Mustafá nega qualquer tipo de premeditação no ato, assim como a ligação de Bruno de Carvalho ao sucedido.

“Em relação a Alcochete, penso que a única maneira de retirar Bruno de Carvalho do Sporting era associar a Juve Leo à invasão. Bruno de Carvalho estava a ser um peso para muita gente. São 41 arguidos, dos quais 14 são da Juve Leo. Porque se diz que foi a Juve Leo? Quem são os outros? Já perguntaram?”, começa por dizer.

“O conhecimento que tinha dos acontecimentos de 15 de maio devia-se à violação do segredo de justiça. Depois vim a saber mais. Porque foram já de cara tapada? A única coisa que posso garantir é que comigo ninguém entrava de cara tapada.
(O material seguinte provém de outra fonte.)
// `polysift locate` through the real command line on a landscape built from generated crystals
// (src/demo/landscape.ts, truth from the generator): a planted reference is reported found, an unreadable block is
// named on stderr without stopping the run, and asking to drop hydrogens against a landscape made with them is
// refused in one line when the landscape's unique.cif is missing (with it, test/locate-experimental.test.ts).
import { spawnSync } from 'node:child_process';
import { existsSync, mkdirSync, mkdtempSync, readFileSync, writeFileSync } from 'node:fs';
import { tmpdir } from 'node:os';
import { join } from 'node:path';
import { describe, expect, it } from 'vitest';
import { generateLandscape } from '../src/demo/landscape.js';
import { readCifText } from '../src/io/read.js';
import { referenceInvariants } from '../src/landscape/references.js';
import { landscapeOf, type SyntheticStructure } from './diff-fixtures.js';
import type { CrystalRecord } from '../src/types.js';
import { cellVolume } from '../src/geometry/cell.js';

const cli = join(process.cwd(), 'src', 'cli.ts');
const tsx = join(process.cwd(), 'node_modules', '.bin', 'tsx');
const polysift = (args: string[]) => spawnSync(tsx, [cli, ...args], { encoding: 'utf8' });

const K = 20;
const g = generateLandscape({ seed: 4, packings: 3, copiesPerPacking: 2, closePairs: 0, squeezeMoves: 200 });
const recs: CrystalRecord[] = readCifText(g.cif, 'gen.cif').map((r) => {
  if (r.kind !== 'record') throw new Error(r.rejected.reason);
  return r.record;
});
const copy = (p: number, kind: string) => recs[g.ids.findIndex((_id, i) => g.truth[i] === p && g.kinds[i] === kind)];
const kept: SyntheticStructure[] = [0, 1, 2].map((p) => {
  const rec = copy(p, 'standard');
  const inv = referenceInvariants(rec, K, 'keep');
  const volume = cellVolume(rec.cell);
  return {
    id: rec.id, pdd: { rows: Array.from(inv.pdd.rows), weights: Array.from(inv.pdd.weights) }, energy: g.energiesKjPerMol[g.ids.indexOf(rec.id)],
    densityGPerCm3: inv.densityGPerCm3 as number, cell: { ...rec.cell, volume }, atoms: Math.round(volume / (inv.volumePerAtomA3 as number)), composition: inv.composition,
  };
});
const root = mkdtempSync(join(tmpdir(), 'polysift-locate-cli-'));
const land = join(root, 'run');
mkdirSync(land);
writeFileSync(join(land, 'landscape.json'), JSON.stringify(landscapeOf(kept, K, { toleranceAngstrom: 0.05 })));
const refs = join(root, 'known.cif');
writeFileSync(refs, `${copy(1, 'other-cell').text}\ndata_unfinished\n_cell_length_a 7.1\n`);

describe('polysift locate (command line)', () => {
  it('reports the planted reference found, names the unusable block and writes its files', () => {
    const out = join(root, 'out');
    const r = polysift(['locate', refs, '--in', land, '--out', out, '--threads', '1']);
    expect(r.status).toBe(0);
    const lines = r.stdout.trim().split('\n');
    expect(lines[0]).toMatch(new RegExp(`^${copy(1, 'other-cell').id}: found as ${copy(1, 'standard').id} \\(scale-free EMD 0\\.0\\d+ Å, EMD 0\\.0\\d+ Å, scale 1\\.000\\d, energy rank \\d.*: within the tolerance \\(`));
    expect(r.stderr).toMatch(/reference .*known\.cif#unfinished \(line \d+\) not used: .*_cell_length_b/);
    for (const f of ['locate.json', 'locate.csv', 'report.html']) expect(existsSync(join(out, f))).toBe(true);
    const result = JSON.parse(readFileSync(join(out, 'locate.json'), 'utf8'));
    expect(result.references.length).toBe(1);
    expect(result.unusable.length).toBe(1);
  });

  it('needs the unique.cif beside the landscape to leave hydrogens out against a landscape sifted with them, and says so in one line', () => {
    const r = polysift(['locate', refs, '--in', land, '--hydrogens', 'drop']);
    expect(r.status).toBe(1);
    expect(r.stderr).toBe(
      `polysift: ${join(land, 'landscape.json')} was sifted with hydrogens kept; comparing with hydrogens dropped needs its unique.cif, which is not in ${land}\n`,
    );
  });
});
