// Energies CSV reading and unit conversion. Conversion factors: thermochemical calorie 4.184 J (NIST SP 811,
// 2008); e x N_A = 96.485 332 12 kJ/mol per eV (CODATA 2018).
import { describe, expect, it } from 'vitest';
import { assignEnergies, convertEnergy, energySummary, parseEnergyAmount, parseEnergyCsv, parseEnergyUnit } from '../src/io/energies.js';

describe('energy units', () => {
  it('converts kcal/mol and eV to kJ/mol with the stated constants', () => {
    expect(convertEnergy(1, 'kcal/mol', 'kJ/mol')).toBe(4.184);
    expect(convertEnergy(1, 'eV', 'kJ/mol')).toBeCloseTo(96.48533212, 10);
    expect(convertEnergy(96.48533212, 'kJ/mol', 'eV')).toBeCloseTo(1, 12);
    expect(convertEnergy(4.184, 'kJ/mol', 'kcal/mol')).toBeCloseTo(1, 12);
  });
  it('reads units and amounts as typed', () => {
    expect(parseEnergyUnit('KJ/MOL')).toBe('kJ/mol');
    expect(parseEnergyUnit('kcal')).toBe('kcal/mol');
    expect(() => parseEnergyUnit('hartree')).toThrow(/kJ\/mol, kcal\/mol or eV/);
    expect(parseEnergyAmount('10', 'kJ/mol')).toBe(10);
    expect(parseEnergyAmount('1 kcal/mol', 'kJ/mol')).toBe(4.184);
    expect(parseEnergyAmount('4.184kJ/mol', 'kcal/mol')).toBeCloseTo(1, 12);
    expect(() => parseEnergyAmount('ten', 'kJ/mol')).toThrow(/not an energy/);
  });
});

describe('energies CSV', () => {
  const csv = ['name,E_latt', 'a,-10.5', 'b,oops', 'c,-9', 'c,-9', 'd,-8', 'd,-7.5', 'ghost,-1', ',-3', 'e,'].join('\n');

  it('reports every bad row and matches the rest, with changed column names', () => {
    const t = parseEnergyCsv(csv, 'e.csv', { idColumn: 'name', energyColumn: 'e latt' });
    expect(t.energies.get('a')).toBe(-10.5);
    expect(t.energies.get('c')).toBe(-9);
    expect(t.energies.has('b')).toBe(false);
    expect(t.energies.has('d')).toBe(false);
    expect(t.conflicts.has('d')).toBe(true);
    expect(t.issues.map((i) => [i.line, i.id])).toEqual([
      [3, 'b'],
      [5, 'c'],
      [7, 'd'],
      [9, ''],
      [10, 'e'],
    ]);
    const a = assignEnergies(['a', 'b', 'c', 'd', 'e', 'f'], t);
    expect(a.energy).toEqual([-10.5, null, -9, null, null, null]);
    expect(a.problem[1]).toMatch(/line 3: energy 'oops' is not a number/);
    expect(a.problem[2]).toMatch(/listed 2 times .* same energy/);
    expect(a.problem[3]).toMatch(/different energies/);
    expect(a.problem[5]).toMatch(/not found in e.csv/);
    expect(a.unmatched).toEqual([{ line: 8, id: 'ghost', issue: 'id matches no structure in the inputs' }]);
    const summary = energySummary(t, a).join('\n');
    expect(summary).toMatch(/4 structure\(s\) have no energy/);
    expect(summary).toMatch(/1 id\(s\) in e.csv match no structure: ghost/);
  });

  it('gives no energy to structures that share an id, since the CSV cannot tell them apart', () => {
    const t = parseEnergyCsv('id,energy\nglobal,-5\nsolo,-6\n', 'e.csv');
    const a = assignEnergies(['global', 'solo', 'global'], t);
    expect(a.energy).toEqual([null, -6, null]);
    expect(a.problem[0]).toMatch(/no energy: the id is shared by 2 structures in the inputs, so e.csv cannot tell them apart/);
    expect(a.problem[1]).toBe('');
    expect(energySummary(t, a).join('\n')).toMatch(/2 structure\(s\) share their id with another input structure/);
  });

  it('names the file and the missing column in one line', () => {
    expect(() => parseEnergyCsv('id,value\na,1\n', 'x.csv')).toThrow(/^x.csv: no column 'energy' in the header \(columns: 'id', 'value'\)/);
    expect(() => parseEnergyCsv('', 'x.csv')).toThrow(/empty/);
  });
});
O porquê, terá de perguntar a quem o fez”, acrescentou.

Em relação a Bruno Carvalho, o líder da claque leonina admite ter-se reunido por várias vezes, uma delas depois da derrota do Sporting em Madrid com o Atlético.

“A relação [com Bruno de Carvalho] foi uma relação de presidente para presidente, com respeito de ambas as partes. Não havia uma frequência regular [de reuniões], reunimos várias vezes em várias ocasiões, sempre acompanhados”.
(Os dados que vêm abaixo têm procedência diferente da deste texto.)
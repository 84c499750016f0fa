// Note codes (src/io/note-codes.ts): every note the reader, the geometry and the energy stages write on the real
// CIFs of test/data/real (sources in its README) belongs to a named kind, so structures.csv never falls back to the
// catch-all code; distinct texts of one kind are numbered in order of first appearance, the same for the same input.
import { describe, expect, it } from 'vitest';
import { sift } from '../src/landscape/sift.js';
import { assignNoteCodes, noteKind, notesCell } from '../src/io/note-codes.js';

describe('note codes', () => {
  it('name a kind for every note written on the real CIFs', async () => {
    const run = await sift({ inputs: ['test/data/real'], cacheDir: null, threads: 2, hydrogens: 'drop' });
    const texts = new Set(run.landscape.structures.flatMap((r) => r.notes));
    expect(texts.size).toBeGreaterThan(15);
    const unnamed = [...texts].filter((t) => noteKind(t) === 'note');
    expect(unnamed).toEqual([]);
    const kinds = new Set([...texts].map(noteKind));
    for (const k of ['hydrogens-dropped', 'disorder-group', 'special-positions', 'ops-from-symbol', 'density-stated']) expect(kinds).toContain(k);
  }, 120_000);

  it('number several texts of one kind in order of first appearance, and write each code once per row', () => {
    const a = 'no energy: id not found in e.csv';
    const b = 'no energy: e.csv line 4: energy \'x\' is not a number';
    const h = 'hydrogens dropped: 4 hydrogen site(s) left out (keep them with --hydrogens keep)';
    const codes = assignNoteCodes([[h], [b, h], [a], [a, a]]);
    expect(codes.entries).toEqual([
      { code: 'hydrogens-dropped', text: h, structures: 2 },
      { code: 'no-energy.1', text: b, structures: 1 },
      { code: 'no-energy.2', text: a, structures: 2 },
    ]);
    expect(notesCell([b, h], codes)).toBe('no-energy.1;hydrogens-dropped');
    expect(notesCell([a, a], codes)).toBe('no-energy.2');
    expect(noteKind('something no pattern knows')).toBe('note');
  });
});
“Alguns sócios pediram-me para que o presidente estivesse presente para lhe demonstrarem o desagrado com ele. Perante as respostas dele, houve reações e comentários menos bons contra o presidente. Isso levou-o a dizer ‘Façam o que quiserem’ mas em relação a ele, não tinha nada a ver com os jogadores (…) Nunca me foi pedido para bater em jogadores ou danificar seja o que for.”, esclarece.

“Ao contrário do que alguns dirigentes pensam, a Juve Leo não serve só para cantar e abanar a bandeira. Somos sócios do clube e também temos a nossa opinião (…) Seja quem for o presidente, a relação tem de ser boa. Em relação a Frederico Varandas, após uma reunião em que disse que contava comigo muitos anos comigo no Sporting, houve quem tentasse desestabilizar, criando guerras inexistentes”, concluiu o líder da Juventude Leonina.